Feverish accumulation of strange and wonderful things began with the Renaissance exploration of the world in the fifteenth century, and exploded in contests between philosophers, popes, and emperors to field collections of botany, geology, alchemy, medicine, and archaeology. The catalogue of Collection of Rarities assembled by John Tradescant in the 1630’s documents curiosities such as: “Nunnes penitential Girdles of Haire, A Bracelet made of the thighes of Indian flyes, Edward the Confessors knit gloves, Divers night-caps made of grasse, A little Box with the 12 Apostles in it, Variety of Chains, made of the teeth of Serpents, A book of all the Stories in the glasse-windowes of Sancta Sophia lim'd in vellum by a Jew, Flea chains of silver and gold with 300 links a piece and yet but an inch long, A piece of the Stone of Sarrigo-Castle where Helen of Greece was born….”
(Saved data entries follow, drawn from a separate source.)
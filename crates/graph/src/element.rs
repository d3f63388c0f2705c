//! The chemical elements: symbols, places in the periodic table, weights and nuclides.

mod isotopes;
mod nuclide;
mod place;
mod symbol;
mod table;
mod weights;

use std::fmt;

pub use nuclide::Nuclide;
use nuclide::{natural, trace};

/// A chemical element, held as its atomic number.
///
/// Values are 1..=118, and 0 for [`Element::WILDCARD`], the atom whose element isn't stated (`*` in
/// SMILES). Elements order by atomic number, the wildcard first.
///
/// # Examples
/// ```
/// use molkin_graph::Element;
///
/// let chlorine = Element::from_symbol("Cl").ok_or("no such symbol")?;
/// assert_eq!(chlorine, Element::CHLORINE);
/// assert_eq!((chlorine.number(), chlorine.group(), chlorine.period()), (17, Some(17), 3));
/// assert_eq!(chlorine.standard_weight(), Some(35.45));
/// assert_eq!(chlorine.isotope_mass(37), Some(36.965902573));
/// # Ok::<(), &str>(())
/// ```
#[derive(Clone, Copy, Debug, PartialEq, Eq, PartialOrd, Ord, Hash)]
pub struct Element(u8);

/// What an element weighs on average.
#[derive(Clone, Copy, Debug)]
enum Weight {
    /// The wildcard: nothing is known.
    Unknown,
    /// The standard atomic weight.
    Standard(f64),
    /// No characteristic terrestrial composition; the mass number of the longest-lived nuclide.
    LongestLived(u16),
}

impl Element {
    /// The atom whose element isn't stated, `*` in SMILES. It has number 0, no group, no period, no
    /// weight and no nuclides.
    pub const WILDCARD: Element = Element(0);

    /// The heaviest element that has a name, oganesson.
    pub(crate) const LAST: u8 = 118;

    /// How many values there are, the wildcard included.
    pub(crate) const COUNT: usize = Element::LAST as usize + 1;

    /// The element of a symbol in its exact case (`C`, `Cl`), or `None`.
    ///
    /// Only element symbols are known: `*`, `D` and `T` are not among them. Constant time.
    #[must_use]
    pub fn from_symbol(symbol: &str) -> Option<Element> {
        symbol::number(symbol.as_bytes()).map(Element)
    }

    /// The element of an atomic number in 1..=118, or `None`. 0 gives `None`: the wildcard is no
    /// element and has to be asked for by name.
    #[must_use]
    pub const fn from_number(number: u8) -> Option<Element> {
        match number {
            1..=Element::LAST => Some(Element(number)),
            _ => None,
        }
    }

    /// The atomic number; 0 for the wildcard.
    #[must_use]
    pub const fn number(self) -> u8 {
        self.0
    }

    /// The symbol; `*` for the wildcard.
    #[must_use]
    pub fn symbol(self) -> &'static str {
        self.entry(&table::SYMBOLS)
    }

    /// The place of the symbol in the alphabet, as a number that has no gaps to speak of; 0 for the
    /// wildcard.
    pub(crate) fn place_in_alphabet(self) -> u16 {
        self.entry(&symbol::PLACES)
    }

    /// The English name in IUPAC spelling, lower case; `unknown` for the wildcard.
    #[must_use]
    pub fn name(self) -> &'static str {
        self.entry(&table::NAMES)
    }

    /// The group 1..=18, or `None` for lanthanides (57–71), actinides (89–103) and the wildcard.
    ///
    /// Lanthanum, lutetium and their heavier congeners have none either, since IUPAC leaves open which
    /// of them stands in group 3.
    #[must_use]
    pub const fn group(self) -> Option<u8> {
        // No constructor lets a number above LAST through.
        place::GROUPS[self.0 as usize]
    }

    /// Whether the element keeps its bonds as drawn: metals, and the few others (noble gases, the
    /// wildcard) of which the octet rule says nothing. Boron, silicon, germanium, arsenic, antimony,
    /// selenium, tellurium and the halogens down to astatine are not among them.
    #[must_use]
    pub const fn is_metal(self) -> bool {
        place::METALS[self.0 as usize]
    }

    /// The period 1..=7; 0 for the wildcard.
    #[must_use]
    pub const fn period(self) -> u8 {
        place::PERIODS[self.0 as usize]
    }

    /// The standard atomic weight, abridged where CIAAW gives an interval; `None` where an element has
    /// none (then see [`Element::mass_number_of_longest_lived`]).
    ///
    /// # Source
    /// CIAAW 2021: Prohaska et al., Pure Appl. Chem. 2022, 94, 573.
    #[must_use]
    pub fn standard_weight(self) -> Option<f64> {
        match self.entry(&weights::WEIGHTS) {
            Weight::Standard(weight) => Some(weight),
            Weight::LongestLived(_) | Weight::Unknown => None,
        }
    }

    /// The mass number of the nuclide with the longest measured half-life, for elements without a
    /// standard atomic weight; `None` for the others and the wildcard.
    ///
    /// # Source
    /// NUBASE2020, ground states: Kondev et al., Chin. Phys. C 2021, 45, 030001.
    #[must_use]
    pub fn mass_number_of_longest_lived(self) -> Option<u16> {
        match self.entry(&weights::WEIGHTS) {
            Weight::LongestLived(mass_number) => Some(mass_number),
            Weight::Standard(_) | Weight::Unknown => None,
        }
    }

    /// The atomic mass of one nuclide in dalton, or `None` where AME2020 doesn't list it. Logarithmic
    /// in the number of nuclides of the element.
    ///
    /// # Source
    /// AME2020: Wang et al., Chin. Phys. C 2021, 45, 030003.
    #[must_use]
    pub fn isotope_mass(self, mass_number: u16) -> Option<f64> {
        let nuclides = self.entry(&isotopes::NUCLIDES);
        let place = nuclides
            .binary_search_by_key(&mass_number, Nuclide::mass_number)
            .ok()?;
        nuclides.get(place).map(Nuclide::mass)
    }

    /// All nuclides that AME2020 lists, by rising mass number.
    pub fn isotopes(self) -> impl Iterator<Item = &'static Nuclide> {
        self.entry(&isotopes::NUCLIDES).iter()
    }

    /// The mass number of the nuclide that is most abundant in nature, or `None` for elements that
    /// nature holds in traces only, and for the wildcard. Linear in the nuclides of the element.
    #[must_use]
    pub fn most_abundant_isotope(self) -> Option<u16> {
        self.isotopes()
            .filter_map(|nuclide| Some((nuclide.abundance()?, nuclide.mass_number())))
            .max_by(|(left, _), (right, _)| left.total_cmp(right))
            .map(|(_, mass_number)| mass_number)
    }

    /// The element's row of a table by atomic number.
    fn entry<T: Copy>(self, table: &[T; Element::LAST as usize + 1]) -> T {
        // No constructor lets a number above LAST through.
        table[usize::from(self.0)]
    }
}

impl fmt::Display for Element {
    /// Writes the symbol.
    fn fmt(&self, formatter: &mut fmt::Formatter<'_>) -> fmt::Result {
        formatter.pad(self.symbol())
    }
}

#[cfg(test)]
mod tests {
    use rstest::rstest;

    use super::Element;

    fn all() -> impl Iterator<Item = Element> {
        (0..=u8::MAX).filter_map(Element::from_number)
    }

    #[test]
    fn symbols_and_numbers_round_trip() {
        assert_eq!(all().count(), 118);
        for element in all() {
            assert_eq!(Element::from_symbol(element.symbol()), Some(element));
            assert_eq!(Element::from_number(element.number()), Some(element));
        }
    }

    #[rstest]
    fn other_text_is_no_symbol(
        #[values(
            "", "*", "D", "T", "c", "CL", "cl", "lC", "Cl ", "C1", "Xx", "J", "Ä", "Uue", "C\0"
        )]
        text: &str,
    ) {
        assert_eq!(Element::from_symbol(text), None);
    }

    #[test]
    fn wildcard_knows_nothing() {
        let unknown = Element::WILDCARD;
        assert_eq!((unknown.number(), unknown.symbol()), (0, "*"));
        assert_eq!((unknown.group(), unknown.period()), (None, 0));
        assert_eq!(
            (unknown.standard_weight(), unknown.isotopes().count()),
            (None, 0)
        );
        assert_eq!(Element::from_number(0), None);
    }

    // Places: IUPAC Periodic Table of the Elements, 4 May 2022.
    #[rstest]
    #[case(Element::HYDROGEN, Some(1), 1)]
    #[case(Element::HELIUM, Some(18), 1)]
    #[case(Element::BERYLLIUM, Some(2), 2)]
    #[case(Element::BORON, Some(13), 2)]
    #[case(Element::NEON, Some(18), 2)]
    #[case(Element::SODIUM, Some(1), 3)]
    #[case(Element::SULFUR, Some(16), 3)]
    #[case(Element::POTASSIUM, Some(1), 4)]
    #[case(Element::IRON, Some(8), 4)]
    #[case(Element::KRYPTON, Some(18), 4)]
    #[case(Element::RUBIDIUM, Some(1), 5)]
    #[case(Element::TIN, Some(14), 5)]
    #[case(Element::BARIUM, Some(2), 6)]
    #[case(Element::LANTHANUM, None, 6)]
    #[case(Element::LUTETIUM, None, 6)]
    #[case(Element::HAFNIUM, Some(4), 6)]
    #[case(Element::RADON, Some(18), 6)]
    #[case(Element::FRANCIUM, Some(1), 7)]
    #[case(Element::URANIUM, None, 7)]
    #[case(Element::RUTHERFORDIUM, Some(4), 7)]
    #[case(Element::OGANESSON, Some(18), 7)]
    fn places(#[case] element: Element, #[case] group: Option<u8>, #[case] period: u8) {
        assert_eq!((element.group(), element.period()), (group, period));
    }

    // CIAAW 2021, abridged standard atomic weights.
    #[rstest]
    #[case("H", 1.0080)]
    #[case("B", 10.81)]
    #[case("C", 12.011)]
    #[case("N", 14.007)]
    #[case("O", 15.999)]
    #[case("S", 32.06)]
    #[case("Cl", 35.45)]
    #[case("Br", 79.904)]
    fn weights(#[case] symbol: &str, #[case] weight: f64) {
        let element = Element::from_symbol(symbol).unwrap();
        assert_eq!(element.standard_weight(), Some(weight));
    }

    // AME2020, file mass.mas20.
    #[rstest]
    #[case("H", 1, 1.007825031898)]
    #[case("H", 2, 2.014101777844)]
    #[case("C", 12, 12.0)]
    #[case("C", 13, 13.00335483534)]
    #[case("N", 14, 14.00307400425)]
    #[case("O", 16, 15.99491461926)]
    #[case("F", 19, 18.99840316207)]
    #[case("Na", 23, 22.98976928195)]
    #[case("P", 31, 30.97376199768)]
    #[case("S", 32, 31.97207117354)]
    #[case("Cl", 35, 34.968852694)]
    #[case("K", 39, 38.96370648482)]
    #[case("Br", 79, 78.9183376)]
    #[case("I", 127, 126.90447)]
    fn isotope_masses(#[case] symbol: &str, #[case] mass_number: u16, #[case] mass: f64) {
        let element = Element::from_symbol(symbol).unwrap();
        let found = element.isotope_mass(mass_number).unwrap();
        // The sixth decimal is what the quoted iodine and bromine values are good for.
        assert!((found - mass).abs() < 5e-6, "{found}");
        assert_eq!(
            element.most_abundant_isotope().unwrap() == mass_number,
            ![2, 13].contains(&mass_number)
        );
    }

    // Elements without a standard atomic weight: CIAAW 2021; half-lives: NUBASE2020.
    #[test]
    fn every_element_has_a_weight_or_a_longest_lived_nuclide() {
        for element in all() {
            let longest_lived = element.mass_number_of_longest_lived();
            assert_eq!(element.standard_weight().is_none(), longest_lived.is_some());
            assert_eq!(
                element.most_abundant_isotope().is_none(),
                longest_lived.is_some()
            );
            assert!(longest_lived.is_none_or(|number| element.isotope_mass(number).is_some()));
        }
        assert_eq!(all().filter_map(Element::standard_weight).count(), 84);
        assert_eq!(Element::TECHNETIUM.mass_number_of_longest_lived(), Some(97));
        assert_eq!(Element::RADIUM.mass_number_of_longest_lived(), Some(226));
    }

    #[test]
    fn abundances_add_up_and_agree_with_the_weights() {
        for element in all() {
            let natural: Vec<_> = element
                .isotopes()
                .filter_map(|nuclide| Some((nuclide.abundance()?, nuclide.mass())))
                .collect();
            let Some(weight) = element.standard_weight() else {
                assert!(natural.is_empty());
                continue;
            };
            let sum: f64 = natural.iter().map(|(fraction, _)| fraction).sum();
            assert!((sum - 1.0).abs() < 1e-6, "{element}: {sum}");
            let mean: f64 = natural.iter().map(|(fraction, mass)| fraction * mass).sum();
            // Lithium is off by 0.4 %: the middle of its wide interval isn't the customary weight.
            assert!(
                (mean - weight).abs() / weight < 5e-3,
                "{element}: {mean} against {weight}"
            );
        }
    }

    #[test]
    fn nuclides_rise_and_have_masses_near_their_numbers() {
        for element in all() {
            let numbers: Vec<_> = element
                .isotopes()
                .map(|nuclide| nuclide.mass_number())
                .collect();
            assert!(numbers.is_sorted_by(|left, right| left < right));
            for nuclide in element.isotopes() {
                assert!((nuclide.mass() - f64::from(nuclide.mass_number())).abs() < 0.3);
            }
        }
        assert_eq!(
            all()
                .map(|element| element.isotopes().count())
                .sum::<usize>(),
            3557
        );
        assert_eq!(Element::CARBON.isotope_mass(999), None);
        assert_eq!(Element::CARBON.isotope_mass(0), None);
    }
}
Cabinets of Curiosities were assembled as symbolic demonstrations of power and influence. The urge toward accumulation, and the juxtapositions that resulted from the excess, fueled collectors’ passion. Inspiration found in the random placement of serpent’s teeth and nuns’ girdles led to more careful cataloguing of the provenance and history of the objects, with annotations of botanical, medical, and skeletal remains. Haphazardness made possible only by the sheer volume of objects gave way to scientific classification. Matching like with like may have started as a parlor game, but the groupings that organize artifacts through taxonomies of time, place, antecedents, or other natural relationships were later encoded in the nomenclature of science.
As collections grew, in place of a cabinet, architecture became the spatial organizer and the generator for contemplation about relationships between objects and systems.
The Gesta Grayorum (1594), a court revel performed before Queen Elizabeth I and attributed to Francis Bacon, described an imaginary research facility containing “a most perfect and general library” and “a spacious, wonderful garden” filled with wild and cultivated plants and surrounded by a menagerie, aviary, freshwater lake, and saltwater lake. Spaces for living nature were complemented by a museum of science, art, and technology – “a goodly huge cabinet” housing artifacts (“whatsoever the hand of man by exquisite art or engine has made rare in stuff”), natural oddities (“whatsoever singularity, chance, and the shuffle of things hath produced”), and gems, minerals, and fossils (“whatsoever Nature has wrought in things that want life and may be kept”). The fourth and final component was a space in which to test nature, “a still-house, so furnished with mills, instruments, furnaces, and vessels as may be a palace fit for a philosopher's stone.’ [i]
Bacon’s imaginary place brings together natural history and science, medicine and engineering within one edifice, a trove of all of the abundance of the world through all times in history. We can accomplish this today with a computer and a connection, and yet we demand so much more. Many of the botanic and animal specimens of the 1600’s are endangered today because of our overuse of the world’s abundance. Instead of preserving habitats and cultures in place to continue production of the unique and exotic, we collect and number the dwindling species, study and classify their remains, and archive them in cabinets with humidity and temperature control. By making these fragments ours we ensure their rarity, and perhaps extinction; after all, the archetypal dodo was one of the star attractions of the Ashmolean Museum , the successor to John Tradescant’s collection.